Saturday, March 28, 2015

Today's Mexico City Headlines: Paul Krugman comes to town to state the obvious. That's news for some. For others, not so much.

The headlines in this morning’s major dailies give us a pretty good breakdown of their leanings.
    If you want to group them like you would a sitting U.S. Supreme Court, you’ll put Milenio and Excelsior into the reliably pro-government wing (federal government, that is). La Jornada is consistently anti-government. Reforma and El Universal are the swing votes.
    The occasion is the visit to Mexico City yesterday of none other than Paul Krugman, the Nobel Prize-winner whose New York Times column has made him a spokesperson for liberal economics. Actually, his Keynesian outlook was considered moderate in saner political times, back when we were all Keynesians according to Nixon’s famous dictum. But those saner political times are gone, in the United States at any rate.
    Krugman was the featured speaker at the annual meeting of Canacintra, the powerful chamber of the Mexican transformation industry that represents more than 50,000 businesses and 1.3 million jobs.
    The choice may seem strange, given the rock-ribbed conservative nature of his audience. But Canacintra has a history of letting the barbarians through the gates. Last year’s guest speaker was Jeremy Rifkin, who more or less told the chamber members that if they didn’t change their ways, human beings were heading for extinction. To their credit, the business leader listened politely, most of them not needing simultaneous translation and asked intelligent questions. Nothing came of it, of course, but perhaps a seed was planted.
    Krugman spoke of many things, but the sound bite that got attention was this: “The people are tired of waiting for the Mexican miracle. The great economic liberalization is 30 years old now and it clearly hasn’t been enough by itself. We’re not talking about a terrible performance, but it hasn’t been what was hoped for.”
    He was stating the obvious. But since it was Paul Krugman doing the stating, at a major business gathering, and at an event where the president would be speaking a few hours later, it was news.
    For most papers, that is. Two lead with the story, Reforma under the headline “Mexican economy disappoints Nobel winner,” and La Jornada with “People are tired of waiting for the Mexican miracle: Krugman” (the italics are equivalent to quotation marks). El Universal takes it down to the No. 2 slot, with “Uncertain that the ‘Mexican miracle’ will happen: Paul Krugman.”
    Excélsior, on the other hand, buries Krugman on page 3 of the business section inside. Milenio doesn’t front him either, leading instead with President Enrique Peña Nieto’s rather anodyne address, the take-home message of which is summed up in the Milenio head: “Years of inertia “can’t be corrected in months”: Peña.”

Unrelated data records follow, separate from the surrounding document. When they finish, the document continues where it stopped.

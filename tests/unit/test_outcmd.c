/* Unit tests of the output-command slots of a bus (protocol/hp_outcmd.h):
 * one slot per output, a newer request replaces a waiting one, a full table
 * refuses with ENOBUFS, and nothing is reported before a result exists.
 * The Modbus side (hp_outcmd_run) is exercised over TCP by
 * tests/integration/test_actuation_matrix.sh. */
#include <errno.h>
#include <setjmp.h>
#include <stdarg.h>
#include <stddef.h>
#include <stdint.h>

#include <cmocka.h>

#include "hp_outcmd.h"

static void newer_replaces_waiting(void **u)
{
    (void)u;
    hp_outcmd *q = hp_outcmd_new();
    assert_non_null(q);
    assert_false(hp_outcmd_pending(q));
    uint32_t a = 0, b = 0, c = 0;
    assert_int_equal(hp_outcmd_post(q, 1, true, 5, HP_OUTCMD_WRITE_VERIFY, 1, &a), 0);
    assert_true(hp_outcmd_pending(q));
    assert_int_equal(hp_outcmd_post(q, 1, true, 5, HP_OUTCMD_WRITE_VERIFY, 0, &b), 0);
    assert_true(b > a); /* the later decision has the later number */
    assert_int_equal(hp_outcmd_post(q, 1, false, 30, HP_OUTCMD_WRITE, 7, &c), 0);
    assert_true(c > b);
    hp_outcmd_result r;
    errno = 0;
    assert_int_equal(hp_outcmd_result_get(q, 1, true, 5, &r), -1); /* nothing carried out yet */
    assert_int_equal(errno, ENOENT);
    assert_int_equal(hp_outcmd_result_get(q, 9, true, 5, &r), -1); /* unknown output */
    hp_outcmd_free(q);
}

static void table_full(void **u)
{
    (void)u;
    hp_outcmd *q = hp_outcmd_new();
    uint32_t seq;
    for (unsigned i = 0; i < HP_OUTCMD_SLOTS; i++)
        assert_int_equal(hp_outcmd_post(q, 1, false, (uint16_t)i, HP_OUTCMD_READ, 0, &seq), 0);
    errno = 0;
    assert_int_equal(hp_outcmd_post(q, 1, false, 999, HP_OUTCMD_READ, 0, &seq), -1);
    assert_int_equal(errno, ENOBUFS);
    /* an output that has a slot can always be asked again */
    assert_int_equal(hp_outcmd_post(q, 1, false, 3, HP_OUTCMD_WRITE, 1, &seq), 0);
    assert_int_equal(hp_outcmd_post(q, 1, false, 3, HP_OUTCMD_READ, 1, NULL), -1);
    hp_outcmd_free(q);
}

int main(void)
{
    const struct CMUnitTest tests[] = {
        cmocka_unit_test(newer_replaces_waiting),
        cmocka_unit_test(table_full),
    };
    return cmocka_run_group_tests(tests, NULL, NULL);
}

THEY'RE JUST TRYING TO MAKE US LOOK BAD

El Universal leads with a third speech from the convention, this one from the president of Canacintra, one Rodrigo Alpízar Vallejo. His talk was anything but anodyne, as El U’s head indicates: “They’re looking to depict ‘a cornered government’: IP.” “IP” is the business sector, which Canacintra is seen to represent here. “They” are the critics of the Peña Nieto administration, which according to opinion polls make up about 60-70% of the country.
    The full quote from Alpízar: “There are forces that want the federal government to lose power, so that it is seen, within and without Mexico, as weakened, questioned and, most perverse of all, cornered.”
    His words reflect an administration strategy for countering the criticism that exploded after the Iguala tragedy — that is, attributing it to special interests that opposed Peña Nieto’s economic reforms in the first place and then used subsequent tragic events to further their cause. There no doubt are such people, but painting critics as either selfish or treasonous is not an effective strategy for uniting the nation.

SAYS WHO?
Another administration strategy has been stonewalling, especially when confronted with criticism from the outside. When a United Nations committee found earlier this year that “enforced” (i.e. government-initiated or -sanctioned) disappearances are widespread in Mexico, the administration response was essentially “no they’re not.”
    More recently  a UN special rapporteur informed Mexico that torture was also widespread in the country, which Mexico’s ambassador to the UN immediately denied. Last week, an administration undersecretary for human rights, the official who presumably would be most interested in eliminating torture in Mexico, took the disagreement down to the playground level: “It’s the rapporteur who loses, because we’re not going to work with him for a long time.”
    Now the foreign relations secretary himself has entered the fray, which makes several front pages, including those of Reforma (“Government criticizes UN rapporteur”), El Universal (“Meade confronts the UN rapporteur”) and La Jornada (“Meade backs veto of UN rapporteur on the torture issue”).
    “I subscribe to every one of (the undersecretary’s) words,” said Foreign Relations Secretary José Anotnio Meade.
    In an alternative universe, the Peña Nieto administration could have thanked the UN for its revelations, expressed outrage, blamed everything on its PAN predecessors, and gone to work on programs to purge the nation of torture and disappearances, which most people are presumably against. Alas, that’s not in the DNA of this administration — or, to be fair, in most others across the planet.